A l’instar des autres préfectures du pays, la campagne de récupération des domaines de l’État a été lancée dans la commune urbaine de Kankan ce Samedi, 07 Mai 2022 par les autorités administratives. Cette première journée était axée sur le marquage des quelques habitations de fortune et des encombrants physiques le long de la route principale du rond-point Missira jusqu’à Mobile, sur la route nationale Kankan-Kouroussa. C’était en présence de monsieur le Gouverneur de la région administrative de Kankan.
Après l’étape de marquage, suivra la démolition de tous les encombrants physiques et quelques habitations de fortune, selon le président de la commission de récupération des domaines de l’État à Kankan, le colonel Malik Diakité.
« En tant que président de cette commission de récupération des domaines de l’État à Kankan, je me réjouis du lancement de marquage des emprises aujourd’hui. Ce qui a été fait aujourd’hui, va être suivi immédiatement par la démolition car, c’est des emprises de la route ça. Il n’y a pas de problème.
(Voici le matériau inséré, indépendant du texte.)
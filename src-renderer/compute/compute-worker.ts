import { buildNormSet } from '../../shared-core/norms/norm-set.ts';
import { bootstrapOf, comparisonOf, differOf, rangesOf } from './answers.ts';
import type { ComputeAsk, FromWorker, ToWorker } from './compute-message.ts';

/** Samples are drawn for so long before other questions get their turn. */
const TURN_MS = 40;

const stopped = new Set<number>();

const say = (message: FromWorker): void => {
  postMessage(message);
};

const pause = (): Promise<void> => new Promise((resolve) => setTimeout(resolve, 0));

async function answer(id: number, ask: ComputeAsk): Promise<void> {
  switch (ask.kind) {
    case 'norm-set':
      say({ id, answer: { kind: 'norm-set', built: buildNormSet(ask.project) } });
      break;
    case 'print-ranges':
      say({ id, answer: { kind: 'print-ranges', ranges: rangesOf(ask.project, ask.group) } });
      break;
    case 'differ':
      say({ id, answer: { kind: 'differ', answer: differOf(ask.project, ask.group, ask.text) } });
      break;
    case 'comparison':
      say({ id, answer: { kind: 'comparison', compared: comparisonOf(ask.before, ask.after) } });
      break;
    case 'bootstrap':
      await drawSamples(id, ask);
      break;
  }
}

async function drawSamples(id: number, ask: Extract<ComputeAsk, { readonly kind: 'bootstrap' }>): Promise<void> {
  const steps = bootstrapOf(ask.project, ask.group);
  let turnEnds = performance.now() + TURN_MS;
  for (;;) {
    const step = steps.next();
    if (step.done === true) {
      say({ id, answer: { kind: 'bootstrap', result: step.value } });
      return;
    }
    if (performance.now() < turnEnds) continue;
    say({ id, progress: step.value });
    await pause();
    if (stopped.delete(id)) return;
    turnEnds = performance.now() + TURN_MS;
  }
}

addEventListener('message', ({ data }: MessageEvent<ToWorker>) => {
  if ('stop' in data) {
    stopped.add(data.id);
    return;
  }
  answer(data.id, data.ask).catch((fault: unknown) => {
    say({ id: data.id, fault: fault instanceof Error ? fault.message : String(fault) });
  });
});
Par la suite, nous allons procéder aussi avec les techniciens de l’habitat à marquer les bâtiments ou les domaines bâtis et non bâtis de l’État , cela aussi va continuer.
Ce matin vous avez suivi le lancement officiel par monsieur le Gouverneur, il a dit qu’il n’y a pas de date précise pour la démolition car, il y a des préalables d’abord à régler avant de passer à ces opérations. Mais ce que je voudrais vous dire, après le marquage des emprises là, ce que c’est la démolition », assure-t-il.
Cette première journée de marquage s’est passée sans aucun incident avec la collaboration des citoyens dont les maisons ont été marquées. D’ailleurs, ils disent se plier face à la loi. C’est le cas respectivement de Ansoumane Camara et Mamadou Oury Barry.
« C’est quelque chose à apprécier parce que, c’est pas seulement à Kankan, c’est partout en Guinée. Je pense que cela ne doit pas être une situation qui doit nous donner la tristesse ».
« Aujourd’hui, J’ai un sentiment de tristesse vraiment, mais comme c’est la loi, nous sommes obligés de rester derrière la loi. Ce que nous avons à dire aux autorités, c’est de nous un peu de temps pour que nous puissions quitter les lieux facilement».